To find the inverse of the matrix \( A = \begin{bmatrix} 2 & 3 \\ 5 & -2 \end{bmatrix} \), we use the formula for the inverse of a 2x2 matrix.
The formula for the inverse of a 2x2 matrix \( \begin{bmatrix} a & b \\ c & d \end{bmatrix} \) is given by:
\(A^{-1} = \frac{1}{ad-bc} \begin{bmatrix} d & -b \\ -c & a \end{bmatrix}\)

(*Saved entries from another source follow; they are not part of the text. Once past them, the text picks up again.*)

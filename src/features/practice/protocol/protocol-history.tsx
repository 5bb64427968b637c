import { useQuery } from '@tanstack/react-query';
import type { ProtocolVersion } from '#shared/contracts/protocol.ts';
import { differences } from '#shared/protocol/figures.ts';
import { setUpsQuery } from '#src/api/visits.queries.ts';
import { moment } from '#src/ui/days.ts';
import { Section } from '#src/ui/page.tsx';
import { DifferenceList } from './difference-list.tsx';

/** Every version, newest first: what it changed, who made it, when and why. */
export function ProtocolHistory({ history }: { history: readonly ProtocolVersion[] }) {
  const setUps = useQuery(setUpsQuery).data?.items ?? [];
  const nameOf = (id: string) => setUps.find((each) => each.id === id)?.name ?? null;
  return (
    <Section title="Versions" margin={<p>None is ever changed or deleted.</p>}>
      <ol>
        {history.map(({ version, at, by, note, values }, n) => {
          const before = history[n + 1];
          return (
            <li key={version} className="border-b border-rule py-4 first:pt-0 last:border-0">
              <h3 className="font-bold">
                Protocol {version}
                {n === 0 && <span className="font-normal text-soft"> holds now</span>}
              </h3>
              <p className="text-note text-soft">
                {moment(at)}, {by ? `by ${by.name}` : 'came with the practice'}
              </p>
              <p className="mt-1">{note}</p>
              {before && <DifferenceList items={differences(before.values, values, nameOf)} />}
            </li>
          );
        })}
      </ol>
    </Section>
  );
}
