import * as z from 'zod';
import { protocolBody } from '#shared/contracts/protocol.ts';
import { degrees } from '#shared/geometry/units.ts';
import { inHundred, type FigureKey, protocolFaults } from '#shared/protocol/bounds.ts';
import type { Protocol } from '#shared/protocol/protocol.ts';

const figure = z.number('Write a number.');

/** Figures as they are typed: probabilities in 100. */
const fields = z.object({
  gateFrom: figure,
  gateTo: figure,
  fromBelow: figure,
  fromAbove: figure,
  toBelow: figure,
  toAbove: figure,
  liftShort: figure,
  early: figure,
  before: figure,
  turnIn: figure,
  flat: figure,
  reps: figure,
  framesPerSecond: figure,
  thighTurnsLittle: z.boolean(),
  /** Empty: none. */
  setUpId: z.string(),
  note: protocolBody.shape.note,
});
export type ProtocolFields = z.infer<typeof fields>;

const share = (given: number): number => Math.round(given * 10) / 1000;

export const valuesOf = (given: Omit<ProtocolFields, 'note'>): Protocol => ({
  gateFrom: degrees(given.gateFrom),
  gateTo: degrees(given.gateTo),
  fromBelow: degrees(given.fromBelow),
  fromAbove: degrees(given.fromAbove),
  toBelow: degrees(given.toBelow),
  toAbove: degrees(given.toAbove),
  liftShort: degrees(given.liftShort),
  early: share(given.early),
  before: share(given.before),
  turnIn: share(given.turnIn),
  flat: share(given.flat),
  reps: given.reps,
  framesPerSecond: given.framesPerSecond,
  thighTurnsLittle: given.thighTurnsLittle,
  setUpId: given.setUpId === '' ? null : given.setUpId,
});

export const fieldsOf = (values: Protocol): ProtocolFields => ({
  ...values,
  early: inHundred(values.early),
  before: inHundred(values.before),
  turnIn: inHundred(values.turnIn),
  flat: inHundred(values.flat),
  setUpId: values.setUpId ?? '',
  note: '',
});

/** The same rules as the contract, at the fields as they are typed. */
export const protocolForm = fields.superRefine((given, context) => {
  for (const { key, message } of protocolFaults(valuesOf(given)))
    context.addIssue({ code: 'custom', path: [key], message });
});

const UNITS: Partial<Record<FigureKey, string>> = {
  early: 'in 100',
  before: 'in 100',
  turnIn: 'in 100',
  flat: 'in 100',
  reps: 'reps',
  framesPerSecond: 'a second',
};
export const unitOf = (key: FigureKey): string => UNITS[key] ?? '°';
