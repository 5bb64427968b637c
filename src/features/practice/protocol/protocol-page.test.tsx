import { screen, within } from '@testing-library/react';
import { describe, expect, it } from 'vitest';
import { routes } from '#shared/contracts/routes.ts';
import { degrees } from '#shared/geometry/units.ts';
import { FIGURES } from '#shared/protocol/figures.ts';
import { STANDARD_PROTOCOL } from '#shared/protocol/protocol.ts';
import { Refuse } from '#tests/support/fake-api.ts';
import { aProtocol, aProtocolPage } from '#tests/support/protocol.ts';
import { maren } from '#tests/support/reliability.ts';
import { renderAt, signedInApi } from '#tests/support/render-app.tsx';

const ADDRESS = '/practice/protocol';
const apiOf = (role: 'owner' | 'coach') =>
  signedInApi(role).on(routes.listSetUps, () => ({ items: [] }));
const second = aProtocol({
  version: 2,
  at: '2026-05-03T09:00:00Z',
  by: maren,
  note: 'Our juniors lift lower.',
  values: { ...STANDARD_PROTOCOL, gateFrom: degrees(55) },
});

describe('the protocol', () => {
  it('is read by a coach: every figure with its value and its source, and no field', async () => {
    apiOf('coach').on(routes.protocol, () => aProtocolPage(second, aProtocol()));
    renderAt(ADDRESS);
    expect(await screen.findByText(/^Protocol 2 of .+, .+\. Each reading names/)).toBeVisible();
    for (const { label } of FIGURES) expect(screen.getAllByText(label).length).toBeGreaterThan(0);
    const gates = within(screen.getByRole('table', { name: 'Gates' }));
    expect(gates.getByText('55°')).toBeVisible();
    expect(gates.getAllByText('(common practice, no source)')).toHaveLength(2);
    expect(screen.getByText('Worked out for 60° to 90° only.', { exact: false })).toBeVisible();
    expect(screen.queryByRole('textbox')).toBeNull();
  });

  it('names each version with who, when, why and what it changed', async () => {
    apiOf('coach').on(routes.protocol, () => aProtocolPage(second, aProtocol()));
    renderAt(ADDRESS);
    const versions = within(await screen.findByRole('region', { name: 'Versions' }));
    expect(versions.getByText(/by Maren Okafor/)).toBeVisible();
    expect(versions.getByText('Our juniors lift lower.')).toBeVisible();
    expect(versions.getByText(/Lower gate: 60° becomes/)).toBeVisible();
    expect(versions.getByText(/came with the practice/)).toBeVisible();
  });

  it('is changed by the owner, who sees in words what changes, and says why', async () => {
    const api = apiOf('owner').on(routes.protocol, () => aProtocolPage());
    api.on(routes.changeProtocol, () => aProtocolPage(second, aProtocol()));
    const { user } = renderAt(ADDRESS);
    const gate = await screen.findByLabelText('Lower gate');
    expect(screen.getByText('Nothing yet. Change a figure above.')).toBeVisible();
    await user.clear(gate);
    await user.type(gate, '55');
    const changes = within(screen.getByRole('region', { name: 'What changes' }));
    expect(changes.getByText(/Lower gate: 60° becomes/)).toBeVisible();
    expect(screen.getByText(/Readings between different gates are not compared/)).toBeVisible();
    await user.click(screen.getByRole('button', { name: 'Make protocol 2' }));
    // the summary has taken the focus before anybody types on
    expect(await screen.findAllByText(/At least 3 characters/)).not.toHaveLength(0);
    expect(api.calls(routes.changeProtocol)).toHaveLength(0);
    await user.type(changes.getByLabelText('Why'), 'Our juniors lift lower.');
    await user.click(screen.getByRole('button', { name: 'Make protocol 2' }));
    expect(await screen.findByText('Protocol 2 holds from now on.')).toBeVisible();
    expect(api.calls(routes.changeProtocol)[0]?.body).toEqual({
      after: 1,
      values: { ...STANDARD_PROTOCOL, gateFrom: 55 },
      note: 'Our juniors lift lower.',
    });
  });

  it('refuses figures out of their bounds at their fields, and sends nothing', async () => {
    const api = apiOf('owner');
    const { user } = renderAt(ADDRESS);
    const early = await screen.findByLabelText('Turns out early');
    await user.clear(early);
    await user.type(early, '80');
    await user.type(screen.getByLabelText('Why'), 'To find more.');
    await user.click(screen.getByRole('button', { name: 'Make protocol 2' }));
    expect(await screen.findAllByText('Choose 90 in 100 to 99 in 100.')).not.toHaveLength(0);
    expect(early).toHaveAttribute('aria-invalid', 'true');
    await user.click(screen.getByRole('button', { name: 'Put everything back' }));
    expect(early).toHaveValue('95');
    expect(api.calls(routes.changeProtocol)).toHaveLength(0);
  });

  it('says what failed and tries again', async () => {
    let fails = true;
    apiOf('coach').on(routes.protocol, () => (fails ? new Refuse('unexpected') : aProtocolPage()));
    const { user } = renderAt(ADDRESS);
    const again = await screen.findByRole('button', { name: 'Try again' });
    fails = false;
    await user.click(again);
    expect(await screen.findByRole('region', { name: 'Versions' })).toBeVisible();
  });
});
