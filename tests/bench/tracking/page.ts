import { frameIndex } from '#shared/timing/units.ts';
import { Follower } from '#src/tracking/core/follower.ts';
import { toPicture } from '#src/tracking/core/scale.ts';
import type { PointToFollow } from '#src/tracking/types.ts';
import { DecodedPictures } from '#src/tracking/worker/decoded-pictures.ts';
import { openTracker } from '#src/tracking/worker/open-tracker.ts';
import { createCanvasPainter } from '#src/video/canvas-painter.ts';
import { frameTimes } from '#src/video/frame-times.ts';
import { openClip } from '#src/video/open-clip.ts';
import type { BenchClip } from '../video/page.ts';

const canvas = document.querySelector('canvas') ?? document.createElement('canvas');
const painter = createCanvasPainter(canvas);
const pause = (ms: number): Promise<void> => new Promise((resolve) => setTimeout(resolve, ms));

/** Of each frame, ms. */
export interface Costs {
  readonly decoding: number[];
  readonly following: number[];
}

export interface Steps {
  readonly alone: number[];
  readonly followed: number[];
}

const bench = {
  /** Decodes the frames one after another and follows the points on each: both by this thread's clock. */
  async costs(clip: BenchClip, points: readonly PointToFollow[], last: number): Promise<Costs> {
    const pictures = await DecodedPictures.open({ ...clip, frameTable: frameTimes(clip) });
    const begin = await pictures.picture(frameIndex(0), null);
    const followers = points.map(({ keyframes }) => {
      const point = keyframes[0]?.point;
      if (!point) throw new RangeError('a point without a keyframe');
      return new Follower(begin, toPicture(point, clip, begin));
    });
    const costs: Costs = { decoding: [], following: [] };
    for (let n = 1; n <= last; n += 1) {
      const start = performance.now();
      const picture = await pictures.picture(frameIndex(n), null);
      const decoded = performance.now();
      for (const follower of followers) follower.step(picture);
      costs.decoding.push(decoded - start);
      costs.following.push(performance.now() - decoded);
    }
    pictures.close();
    return costs;
  },

  /** Cached steps without and with marks being followed, in turns. */
  async steps(
    clip: BenchClip,
    points: readonly PointToFollow[],
    turns: number,
    length: number,
  ): Promise<Steps> {
    const prepared = { ...clip, frameTable: frameTimes(clip) };
    const source = await openClip(prepared);
    const tracker = await openTracker({ clip: prepared, source: clip });
    const steps: Steps = { alone: [], followed: [] };
    const last = frameIndex(prepared.frameTable.length - 1);
    const walk = async (times: number[], stepped: () => void): Promise<void> => {
      for (let n = 1; n <= length; n += 1) {
        await pause(60);
        const start = performance.now();
        stepped();
        await painter.show(await source.frame(frameIndex(n), { intent: 'step' }));
        times.push(performance.now() - start);
      }
    };
    for (let turn = 0; turn < turns; turn += 1) {
      // the first walk of all fills the cache
      await walk(turn === 0 ? [] : steps.alone, () => undefined);
      const stopper = new AbortController();
      const following = tracker
        .follow({ points, from: frameIndex(0), to: last }, { signal: stopper.signal })
        .catch(() => undefined);
      await pause(100);
      await walk(turn === 0 ? [] : steps.followed, () => tracker.giveWay());
      stopper.abort();
      await following;
      await pause(300);
    }
    tracker.close();
    source.close();
    return steps;
  },
};

export type TrackingBench = typeof bench;
declare global {
  interface Window {
    trackingBench: TrackingBench;
  }
}
window.trackingBench = bench;
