import { useQuery } from '@tanstack/react-query';
import type { ProtocolPage as Protocols } from '#shared/contracts/protocol.ts';
import { useMe } from '#src/api/me.ts';
import { protocolQuery } from '#src/api/protocol.queries.ts';
import { useMayInPractice } from '#src/api/use-may.ts';
import { dayOf } from '#src/ui/days.ts';
import { Page } from '#src/ui/page.tsx';
import { paths } from '#src/ui/paths.ts';
import { ErrorState, Loading, SkeletonLines } from '#src/ui/states.tsx';
import { ProtocolForm } from './protocol-form.tsx';
import { ProtocolHistory } from './protocol-history.tsx';
import { ProtocolRead } from './protocol-read.tsx';

/** How this practice reads and what its work starts from, in versions that every reading names. */
export function ProtocolPage() {
  const protocols = useQuery(protocolQuery);
  const { practice } = useMe();
  return (
    <Page
      title="Protocol"
      crumbs={[{ label: 'Practice', to: paths.practice() }, { label: 'protocol' }]}
      lead={
        protocols.data
          ? `Protocol ${protocols.data.current.version} of ${practice.name}, ${dayOf(protocols.data.current.at)}. Each reading names the version it was made with.`
          : 'How this practice reads, in versions. Each reading names the version it was made with.'
      }
    >
      {protocols.data ? (
        <Opened protocols={protocols.data} />
      ) : protocols.isError ? (
        <ErrorState error={protocols.error} onRetry={() => void protocols.refetch()} />
      ) : (
        <Loading label="Loading the protocol">
          <SkeletonLines count={8} />
        </Loading>
      )}
    </Page>
  );
}

function Opened({ protocols: { current, history } }: { protocols: Protocols }) {
  const may = useMayInPractice();
  return (
    <>
      {may('protocol.change') ? (
        <ProtocolForm key={current.version} current={current} />
      ) : (
        <>
          <p className="mb-6 max-w-lead">The owner of the practice sets these figures.</p>
          <ProtocolRead values={current.values} />
        </>
      )}
      <ProtocolHistory history={history} />
    </>
  );
}
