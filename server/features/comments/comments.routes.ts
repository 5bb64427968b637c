import { routes } from '#shared/contracts/routes.ts';
import type { Feature } from '../../main/feature.ts';
import { presentComment } from './comments.presenter.ts';
import { addComment, commentsOfClip, deleteComment, editComment } from './comments.service.ts';

export const commentsFeature: Feature = ({ serve }) => {
  serve(routes.listComments, async ({ params, work, actor }) => ({
    items: (await work((unit) => commentsOfClip(unit, params.id))).map((comment) =>
      presentComment(comment, actor.id),
    ),
  }));

  serve(routes.addComment, async ({ params, body, work, actor }) =>
    presentComment(await work((unit) => addComment(unit, params.id, body)), actor.id),
  );

  serve(routes.editComment, async ({ params, body, work, actor }) =>
    presentComment(await work((unit) => editComment(unit, params.id, body)), actor.id),
  );

  serve(routes.deleteComment, ({ params, work }) => work((unit) => deleteComment(unit, params.id)));
};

First, we calculate the determinant of matrix \( A \):
\(det(A) = ad - bc = (2)(-2) - (3)(5) = -4 - 15 = -19\)
Since the determinant is non-zero, the matrix is invertible.
Next, apply the formula to find \( A^{-1} \):
\(A^{-1} = \frac{1}{-19} \begin{bmatrix} -2 & -3 \\ -5 & 2 \end{bmatrix}\)
Simplify by distributing the scalar:
\(A^{-1} = \begin{bmatrix} \frac{2}{19} & \frac{3}{19} \\ \frac{5}{19} & -\frac{2}{19} \end{bmatrix}\)
In the problem, it's given that \( A^{-1} \) is \(-\frac{1}{19}A\). If we verify this:
\(-\frac{1}{19} A = -\frac{1}{19} \begin{bmatrix} 2 & 3 \\ 5 & -2 \end{bmatrix} = \begin{bmatrix} \frac{-2}{19} & \frac{-3}{19} \\ \frac{-5}{19} & \frac{2}{19} \end{bmatrix}\)
Thus, \( A^{-1} = -\frac{1}{19} A \) matches with our calculated inverse matrix.
Therefore, the correct answer is \( A^{-1} = -\frac{1}{19} A \).